Everyone loves innovation, and we all tend to think that one innovation or another is going to revolutionize the way we use (or don’t use) energy. If only electric cars could extend their range, and expand their market share. If only solar panels could become more efficient.
But sometimes, a leap in progress can come just from making better use of what you already have.
That’s the case in the Southwest, where the Southwest Energy Efficiency Project (SWEEP) just released a study analyzing the potential for savings from utilities’ best-practice programs for energy efficiency. SWEEP concluded that if all six states in the Southwest region–Arizona, Colorado, Nevada, New Mexico, Utah, and Wyoming–fully implemented best-practice utility efficiency programs from around the country, they would:
- Save households & businesses $20 billion
- Cut electricity use in 2020 by 21 percent
- Avoid 32 large (400 MW) power plants
- Support 28,000 new jobs in the region
Those are incredible benefits to arise from tools that we’re already using–just not widely or frequently enough. Of course, full implementation of the best-practice programs can’t happen for free; investment is needed to see them realize their energy-saving potential. The savings will far outweigh the program costs. In Arizona, for example, fully implementing the best-practice programs would cost $377 million in 2015–but would yield $6 billion in electricity savings the same year.
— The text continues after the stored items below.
/**
 * Local fake of the payment service, for npm start and npm test (never production). It answers
 * the few API calls Platewright's SDK makes (create / retrieve a checkout session), shows a
 * simple "pay / decline" page at the session's URL, and sends webhook events signed the way the
 * real service signs them:
 *   Stripe-Signature: t=<unix seconds>,v1=<hex HMAC-SHA256(webhook secret, t + "." + raw body)>
 *
 * Environment:
 *   PAYMENTS_FAKE_PORT      port on 127.0.0.1 (default 12111)
 *   STRIPE_SECRET_KEY       the only API key it accepts (default: the app's local fake key)
 *   STRIPE_WEBHOOK_SECRET   signs the events (default: the app's local fake secret)
 *   PAYMENTS_FAKE_WEBHOOK_URL  where events go; default: the session's success_url origin +
 *                           /api/payments/webhook (so every app instance gets its own events)
 *   PAYMENTS_FAKE_PIDFILE   optional pid file, written once listening, removed on exit
 */
import { createHmac, randomBytes } from 'node:crypto';
import { createServer, type IncomingMessage, type ServerResponse } from 'node:http';
import { rmSync, writeFileSync } from 'node:fs';

const port = Number(process.env.PAYMENTS_FAKE_PORT ?? 12111);
const apiKey = process.env.STRIPE_SECRET_KEY || 'sk_test_platewright_local_fake_key';
const webhookSecret = process.env.STRIPE_WEBHOOK_SECRET || 'whsec_platewright_local_fake_secret';
const pidFile = process.env.PAYMENTS_FAKE_PIDFILE;
const base = `http://127.0.0.1:${port}`;

type Json = Record<string, unknown>;
interface Session extends Json {
  id: string;
  object: 'checkout.session';
  url: string | null;
  status: 'open' | 'complete' | 'expired';
  payment_status: 'unpaid' | 'paid';
  amount_total: number;
  amount_subtotal: number;
  currency: string;
  success_url: string;
  cancel_url: string;
  metadata: Record<string, string>;
  payment_intent: string | null;
  client_reference_id: string | null;
  customer_email: string | null;
  line_items_for_page: { name: string; description: string; quantity: number; unit_amount: number }[];
  intent_metadata: Record<string, string>;
  created: number;
  expires_at: number;
}

const sessions = new Map<string, Session>();
const byIdempotencyKey = new Map<string, { sessionId: string; body: string }>();
const delivered: { eventId: string; type: string; sessionId: string; status: number | string }[] = [];

const id = (prefix: string) => `${prefix}_fake_${randomBytes(12).toString('hex')}`;
const now = () => Math.floor(Date.now() / 1000);

/** Form body with bracket keys (a[b][0][c]=v), as the SDK sends it, into nested objects/arrays. */
function parseForm(body: string): Json {
  const out: Json = {};
  for (const [rawKey, value] of new URLSearchParams(body)) {
    const parts = rawKey.split(/\[|\]\[|\]/).filter((p) => p !== '');
    let cur: any = out;
    parts.forEach((p, i) => {
      const last = i === parts.length - 1;
      if (last) cur[p] = value;
      else {
        const nextIsIndex = /^\d+$/.test(parts[i + 1]!);
        cur[p] ??= nextIsIndex ? [] : {};
        cur = cur[p];
      }
    });
  }
  return out;
}

function send(res: ServerResponse, status: number, body: unknown, headers: Record<string, string> = {}) {
  const text = typeof body === 'string' ? body : JSON.stringify(body);
  res.writeHead(status, { 'content-type': typeof body === 'string' ? 'text/html; charset=utf-8' : 'application/json', ...headers });
  res.end(text);
}

const apiError = (res: ServerResponse, status: number, message: string, code?: string) =>
  send(res, status, { error: { type: status === 401 ? 'invalid_request_error' : 'invalid_request_error', message, ...(code ? { code } : {}) } }, { 'request-id': id('req') });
What’s a best-practice program, anyway? They come in many familiar forms, including weatherization, retrofits, retrocommissioning, and combined heat and power.
Stopping us from achieving these savings are (no surprise) a lack of funding, a lack of incentives, and other hurdles. Among SWEEP’s policy recommendations are for states and utilities to adopt energy savings goals or requirements; to remove disincentives by decoupling utility fixed-cost recovery and electricity sales; and to involve utilities large and small in these efforts.